● **Description of the task**: Report the lines of the data below that contain the string "next".

● **Provided records**:
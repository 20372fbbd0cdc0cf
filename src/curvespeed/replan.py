"""Receding-horizon replanning: the profile of the next stretch from the vehicle's own state.

A simulator or a vehicle in the loop calls :meth:`Replanner.replan` with where the vehicle is,
how fast it goes and how it accelerates; the answer is the fastest profile over the next
``horizon_m`` metres (a *window*) within the same limits as a whole-route plan. Everything
route-wide is computed once, in the constructor: the discrete problem of the whole route
(:func:`curvespeed.problem.build_problem`), the speed ceiling of every station and the
route's braking envelope. A window only slices them and solves its own small problem with the
same solver entry point as a whole-route plan (:func:`curvespeed.solvers.convex.solve_convex`,
which hands its QPs to the configured backend).

How a window is posed (:mod:`curvespeed.replan_window` builds it):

● **Written answer**:
"""Receding-horizon replanning: the profile of the next stretch from the vehicle's own state.
how fast it goes and how it accelerates; the answer is the fastest profile over the next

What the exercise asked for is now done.